Hummus Bros, 88 Wardour Street, London W1F 0TH

It is a little known fact – outside of University campuses at least – that over a third of the student brain is devoted to the acquisition, consumption and veneration of hummus.

This obsession – which kicks in about halfway through ‘freshers’ week and can sometimes linger for years after graduation – is as powerful for students as the desire to breathe or to switch off the TV when Justin Lee Collins comes on is for everybody else.

You might think this student fixation with hummus is easily explained: After all, it’s practical, relatively cheap, can be applied to virtually anything (I recommend bacon) and is incredibly tasty.

In fact, however, students don’t worship hummus for any of the above reasons: If hummus were to one day lose all of its student friendly properties but retain its hummusy essence, it would be no less revered.

Clearly, strange and powerful forces attract draw those in higher education towards this most celebrated of chickpea based dips.

Whatever the reasons for this obsession, it should hardly come as a surprise that Hummus Brothers, a chain of hummus restaurants scattered across central London, was founded by a couple of students.

A self-confessed hummus addict myself, I headed, hands quivering slightly, to the Soho branch.

The place is relatively small, with two large rows of communal tables and a bench up against the glass outer wall. By comparison to places in central London with a similar turnaround rate, it feels pleasantly laid back.

Things here work slightly differently to anywhere else I’ve eaten hummus: Rather than ordering an immense vat of hummus to dip things in, you start with a dish of the stuff and pick one or more toppings to be placed in the centre. You then take one of the pieces of warm, wholemeal pitta bread – which is surprisingly thick but all the better for it – mix everything up, and shovel resulting the mixture onto into your mouth.

Conscious of my lack of a companion (no free meal is worth spending an hour or so with me) and the need to try more than one course, I decide to split my bed of hummus in two, having slow cooked chickpeas on one side and chicken with sun dried tomatoes on the other. I also order the falafel salad and a glass of fresh mint and ginger lemonade.

My chickpea and chicken hybrid is a fairly hit and miss affair: Whilst both the chicken, prepared in a mildly spicy tomato sauce, and the chickpeas are excellent, the hummus itself has a strange, slightly musty quality to it. Fortunately this fades almost completely when I apply some garlic and lime sauce – one of a few restaurant sauces I’ve encountered that I have been tempted to siphon off into a carefully disguised container whilst trying not to look shifty. Though the sun dried tomatoes are very nice on their own, I’m glad they’ve been served to me on a side dish as they don’t compliment the chicken nearly as well as I would have hoped.

Though I feel the need to stress that, overall, my main course was very nice, my falafel salad is an infinite improvement. The salad, dressed in tzatziki and salsa, tastes wonderfully fresh and the falafels are a perfect consistency.

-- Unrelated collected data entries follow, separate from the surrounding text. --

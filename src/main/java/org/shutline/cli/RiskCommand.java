package org.shutline.cli;

import org.shutline.model.Plural;
import java.io.IOException;
import java.io.PrintWriter;
import java.nio.file.Path;
import java.util.ArrayList;
import java.util.List;
import java.util.Locale;
import java.util.concurrent.Callable;
import org.locationtech.jts.geom.Geometry;
import org.shutline.analysis.RiskTables;
import org.shutline.io.GeoPackageWriter;
import org.shutline.io.InputException;
import org.shutline.io.OutputPackage;
import org.shutline.io.WriteLayer;
import org.shutline.model.Caution;
import org.shutline.model.Network;
import org.shutline.model.Progress;
import org.shutline.report.Csv;
import org.shutline.trace.ValveSegments;
import org.shutline.app.Workspace;
import picocli.CommandLine.Command;
import picocli.CommandLine.Mixin;
import picocli.CommandLine.Model.CommandSpec;
import picocli.CommandLine.Option;
import picocli.CommandLine.Spec;

/**
 * {@code shutline risk NETWORK [--out DIR] [--no-map]}: the all-cases tables of the
 * network as recorded ({@link RiskTables}): {@code segments.csv}, {@code stations.csv},
 * {@code valves-to-fix.csv}, the GeoPackage layer {@code segments} in
 * {@code risk-segments.gpkg} (each segment's pipe with its figures) and the PNG map
 * {@code risk-map.png}. Prints the top rows of each table and the time taken. Every
 * file is written under a temporary name and moved into place. Exit 0, or 2 when the
 * network cannot be read or the files cannot be written. Columns: docs/cli-emergency.md.
 */
@Command(name = "risk", mixinStandardHelpOptions = true,
    description = "All-cases outage tables: every segment and station, and the valves to fix first.")
public final class RiskCommand implements Callable<Integer>, WriteGuard.Writes {
    static final List<String> SEGMENT_HEADER = List.of("rank", "segment", "system", "mains", "services_in_segment", "services_off",
            "meters_off", "critical_off", "valves_to_close", "isolable_by_valves", "also_needed");
    static final List<String> STATION_HEADER = List.of("rank", "station", "name", "in_sys", "out_sys", "in_service", "services_off",
            "meters_off", "critical_off", "inlet_valves");
    static final List<String> VALVE_HEADER = List.of("rank", "valve", "system", "operable", "growth_services",
            "services_off_when_fails", "meters_off_when_fails");

    @Spec private CommandSpec spec;

    @Mixin private NetworkOptions input;
    @Mixin private SettingsFileOption settings;

    @Option(names = "--out", paramLabel = "DIR", defaultValue = ".", description = "folder for the tables, layer and map (default: the current folder)")
    private Path out;

    @Option(names = "--no-map", description = "do not draw risk-map.png")
    private boolean noMap;

    @Override
    public List<Path> outputs() {
        List<Path> files = new ArrayList<>();
        for (String n : List.of("segments.csv", "stations.csv", "valves-to-fix.csv", "risk-segments.gpkg", "risk-map.png")) {
            files.add(out.resolve(n));
        }
        return files;
    }

    @Override
    public Path outputFolder() {
        return out;
    }

    @Override
    public Integer call() throws InputException {
        PrintWriter o = spec.commandLine().getOut();
        PrintWriter err = spec.commandLine().getErr();
        long t0 = System.nanoTime();
        Workspace t = input.open(settings.load());
        long t1 = System.nanoTime();
        ValveSegments segs = t.segments();
        RiskTables tables = RiskTables.build(segs);
        long t2 = System.nanoTime();
        try {
            OutputPackage pkg = OutputFolder.start(out, spec, err);
            Csv.write(pkg.file("segments.csv"), SEGMENT_HEADER, segmentRows(tables));
            Csv.write(pkg.file("stations.csv"), STATION_HEADER, stationRows(tables));
            Csv.write(pkg.file("valves-to-fix.csv"), VALVE_HEADER, valveRows(tables));
            GeoPackageWriter.write(pkg.file("risk-segments.gpkg"), t.network().crs(), List.of(layer(tables)), Progress.NONE);
            if (!noMap) RiskMap.write(t.network(), tables, 1600, 1240, pkg.file("risk-map.png"));
            for (String f : new String[] {"segments.csv", "stations.csv", "valves-to-fix.csv", "risk-segments.gpkg"}) pkg.add(pkg.file(f));
            if (!noMap) pkg.add(pkg.file("risk-map.png"));
            pkg.commit();
        } catch (IOException e) {
            return NetworkInput.badInput(err, "risk: cannot write to " + out + ": " + e.getMessage());
        }
        long t3 = System.nanoTime();
        o.print(summary(t.network(), segs, tables));
        o.printf(Locale.ROOT, "Time: read and build %.2f s, tables %.2f s, files %.2f s%n", (t1 - t0) / 1e9, (t2 - t1) / 1e9, (t3 - t2) / 1e9);
        o.println("Wrote segments.csv, stations.csv, valves-to-fix.csv, risk-segments.gpkg" + (noMap ? "" : ", risk-map.png") + " in " + out);
        o.println();
        o.println(Caution.TEXT);
        o.flush();
        return 0;
    }

    static List<List<String>> segmentRows(RiskTables t) {
        List<List<String>> rows = new ArrayList<>();
        int rank = 1;
        for (RiskTables.SegmentRow r : t.segments()) {
            rows.add(List.of(Integer.toString(rank++), Integer.toString(r.segment()), r.systemId(), String.join(" ", r.mains()),
                    Integer.toString(r.services()), Long.toString(r.servicesOff()), Long.toString(r.metersOff()),
                    Long.toString(r.criticalOff()), Integer.toString(r.valves()), r.isolable() ? "yes" : "no",
                    r.isolable() ? "" : stopText(t, r)));
        }
        return rows;
    }

    static List<List<String>> stationRows(RiskTables t) {
        List<List<String>> rows = new ArrayList<>();
        int rank = 1;
        for (RiskTables.StationRow r : t.stations()) {
            rows.add(List.of(Integer.toString(rank++), r.stationId(), r.name() == null ? "" : r.name(), r.inSys(), r.outSys(),
                    r.inService() ? "yes" : "no", Long.toString(r.servicesOff()), Long.toString(r.metersOff()),
                    Long.toString(r.criticalOff()), String.join(" ", r.inletValves())));
        }
        return rows;
    }

    static List<List<String>> valveRows(RiskTables t) {
        List<List<String>> rows = new ArrayList<>();
        for (RiskTables.ValveRow r : t.valvesToFix()) {
            rows.add(List.of(Integer.toString(r.rank()), r.valveId(), r.systemId(), r.operable(), Long.toString(r.growth()),
                    Long.toString(r.servicesOffWhenFails()), Long.toString(r.metersOffWhenFails())));
        }
        return rows;
    }

    static WriteLayer layer(RiskTables t) {
        List<WriteLayer.Column> cols = List.of(new WriteLayer.Column("segment", WriteLayer.ColumnType.INTEGER),
                new WriteLayer.Column("system_id", WriteLayer.ColumnType.TEXT),
                new WriteLayer.Column("mains", WriteLayer.ColumnType.TEXT),
                new WriteLayer.Column("services", WriteLayer.ColumnType.INTEGER),
                new WriteLayer.Column("services_off", WriteLayer.ColumnType.INTEGER),
                new WriteLayer.Column("meters_off", WriteLayer.ColumnType.INTEGER),
                new WriteLayer.Column("critical_off", WriteLayer.ColumnType.INTEGER),
                new WriteLayer.Column("valves", WriteLayer.ColumnType.INTEGER),
                new WriteLayer.Column("isolable", WriteLayer.ColumnType.TEXT),
                new WriteLayer.Column("also_needed", WriteLayer.ColumnType.TEXT),
                new WriteLayer.Column("rank", WriteLayer.ColumnType.INTEGER));
        List<Geometry> geoms = new ArrayList<>();
        List<List<Object>> rows = new ArrayList<>();
        int rank = 1;
        for (RiskTables.SegmentRow r : t.segments()) {
            geoms.add(t.segmentGeometry(r.segment()));
            rows.add(List.of(r.segment(), r.systemId(), String.join(" ", r.mains()), r.services(), (int) r.servicesOff(),
                    (int) r.metersOff(), (int) r.criticalOff(), r.valves(), r.isolable() ? "yes" : "no",
                    r.isolable() ? "" : stopText(t, r), rank++));
        }
        return WriteLayer.of("segments", WriteLayer.GeometryKind.LINE, cols, geoms, rows);
    }

    /** What besides valves a segment's isolation needs: the stations to stop with their stop valves, or the supply to shut. */
    static String stopText(RiskTables t, RiskTables.SegmentRow r) {
        if (r.stopStations().isEmpty()) return "a source feeds it: shut the supply";
        List<String> parts = new java.util.ArrayList<>();
        for (String id : r.stopStations()) {
            RiskTables.StationRow st = t.stations().stream().filter(x -> x.stationId().equals(id)).findFirst().orElse(null);
            parts.add("stop " + id + (st == null || st.inletValves().isEmpty() ? " at the station" : " (close " + String.join(", ", st.inletValves()) + ")"));
        }
        return String.join("; ", parts);
    }

    private static String summary(Network net, ValveSegments segs, RiskTables t) {
        StringBuilder sb = new StringBuilder();
        sb.append("Outage tables of ").append(net.sourceName()).append(": ").append(t.segments().size()).append(" segments with pipe, ")
                .append(t.stations().size()).append(" stations, ").append(t.valvesToFix().size()).append(" relied-on valves\n\n");
        sb.append("Largest segment isolations:\n");
        for (RiskTables.SegmentRow r : t.segments().subList(0, Math.min(5, t.segments().size()))) {
            // the first mains by name and the count of the rest (all of them are in risk-segments.csv)
            String mains = r.mains().size() <= 4 ? String.join(" ", r.mains())
                    : String.join(" ", r.mains().subList(0, 4)) + " and " + (r.mains().size() - 4) + " more mains";
            sb.append(String.format(Locale.ROOT, "  segment %-5d %-9s %5d services %5d meters %2d valves%s  %s%n", r.segment(), r.systemId(),
                    r.servicesOff(), r.metersOff(), r.valves(), r.isolable() ? "" : " (not by valves alone: " + stopText(t, r) + ")", mains));
        }
        sb.append("Station outages:\n");
        for (RiskTables.StationRow r : t.stations()) {
            sb.append(String.format(Locale.ROOT, "  %-8s %5d services %5d meters, %d critical; stop: %s%n", r.stationId(), r.servicesOff(),
                    r.metersOff(), r.criticalOff(), r.stopNote()));
        }
        sb.append("Valves to fix first (failure enlarges an isolation most):\n");
        for (RiskTables.ValveRow r : t.valvesToFix().subList(0, Math.min(5, t.valvesToFix().size()))) {
            sb.append(String.format(Locale.ROOT, "  %2d. %-8s %-9s operable %-7s +%s (both sides off: %d)%n", r.rank(), r.valveId(),
                    r.systemId(), r.operable(), Plural.of(r.growth(), "service"), r.servicesOffWhenFails()));
        }
        return sb.toString();
    }
}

What’s more, everything felt (and was) incredibly healthy: I usually walk back from lunch with the sense of foreboding that accompanies the knowledge that the junk I’ve just eaten will be catching up with me in an hour or so, reducing me to a quivering, MSG saturated wreck.

If anything, walking back from Hummus Brothers, I feel the opposite – the strange and life affirming sensation of having eaten without having done anything to increase my chances of having a heart attack.

On balance then, it’s harder to think of a better place to grab lunch in the centre of town than Hummus Brothers – which is why I’ve been going there on and off ever since.